Collected data

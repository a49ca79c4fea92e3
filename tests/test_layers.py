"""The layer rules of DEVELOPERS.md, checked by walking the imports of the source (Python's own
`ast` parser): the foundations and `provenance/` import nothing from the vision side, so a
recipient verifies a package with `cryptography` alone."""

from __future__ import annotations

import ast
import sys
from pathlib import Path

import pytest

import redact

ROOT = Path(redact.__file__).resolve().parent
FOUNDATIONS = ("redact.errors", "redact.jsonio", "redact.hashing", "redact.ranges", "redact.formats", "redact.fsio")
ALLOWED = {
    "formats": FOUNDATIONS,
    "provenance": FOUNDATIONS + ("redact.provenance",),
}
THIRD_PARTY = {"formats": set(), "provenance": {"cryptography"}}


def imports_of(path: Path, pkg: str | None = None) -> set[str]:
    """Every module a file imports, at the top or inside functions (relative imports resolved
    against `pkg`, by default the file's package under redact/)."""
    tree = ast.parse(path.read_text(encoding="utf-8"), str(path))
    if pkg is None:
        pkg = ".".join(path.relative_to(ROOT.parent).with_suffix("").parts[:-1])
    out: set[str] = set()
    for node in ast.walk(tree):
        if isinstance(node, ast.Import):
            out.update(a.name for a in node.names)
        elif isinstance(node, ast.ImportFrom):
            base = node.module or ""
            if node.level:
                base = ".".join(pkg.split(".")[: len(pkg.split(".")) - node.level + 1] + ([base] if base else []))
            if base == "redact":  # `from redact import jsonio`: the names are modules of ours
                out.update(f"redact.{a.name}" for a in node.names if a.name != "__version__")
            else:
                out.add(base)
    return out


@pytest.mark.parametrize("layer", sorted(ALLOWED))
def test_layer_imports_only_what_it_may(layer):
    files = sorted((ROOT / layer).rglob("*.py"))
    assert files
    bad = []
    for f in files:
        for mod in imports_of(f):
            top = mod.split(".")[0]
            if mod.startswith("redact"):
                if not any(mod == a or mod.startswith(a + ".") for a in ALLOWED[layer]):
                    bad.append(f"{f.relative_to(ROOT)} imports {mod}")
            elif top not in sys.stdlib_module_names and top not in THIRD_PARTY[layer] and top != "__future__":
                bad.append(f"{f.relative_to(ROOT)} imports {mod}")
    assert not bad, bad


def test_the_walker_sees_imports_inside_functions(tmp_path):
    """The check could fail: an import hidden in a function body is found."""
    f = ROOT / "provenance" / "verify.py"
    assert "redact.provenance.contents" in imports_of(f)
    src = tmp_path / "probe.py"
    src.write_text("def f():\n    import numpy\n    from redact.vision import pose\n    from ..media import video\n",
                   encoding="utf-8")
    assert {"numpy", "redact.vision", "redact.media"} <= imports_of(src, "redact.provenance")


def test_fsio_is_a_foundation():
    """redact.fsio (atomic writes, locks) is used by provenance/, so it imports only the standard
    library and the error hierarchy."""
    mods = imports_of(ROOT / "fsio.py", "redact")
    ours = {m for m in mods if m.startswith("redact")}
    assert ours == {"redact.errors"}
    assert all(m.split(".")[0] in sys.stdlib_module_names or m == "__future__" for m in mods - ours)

» Task requirements
From the first line of the entries above to the line with "from pathlib import Path", please return every line exactly, keeping both ends.

» Solution
repository a49ca79c4fea92e3
filename tests/test_layers.py
"""The layer rules of DEVELOPERS.md, checked by walking the imports of the source (Python's own
`ast` parser): the foundations and `provenance/` import nothing from the vision side, so a
recipient verifies a package with `cryptography` alone."""

from __future__ import annotations

import ast
import sys
from pathlib import Path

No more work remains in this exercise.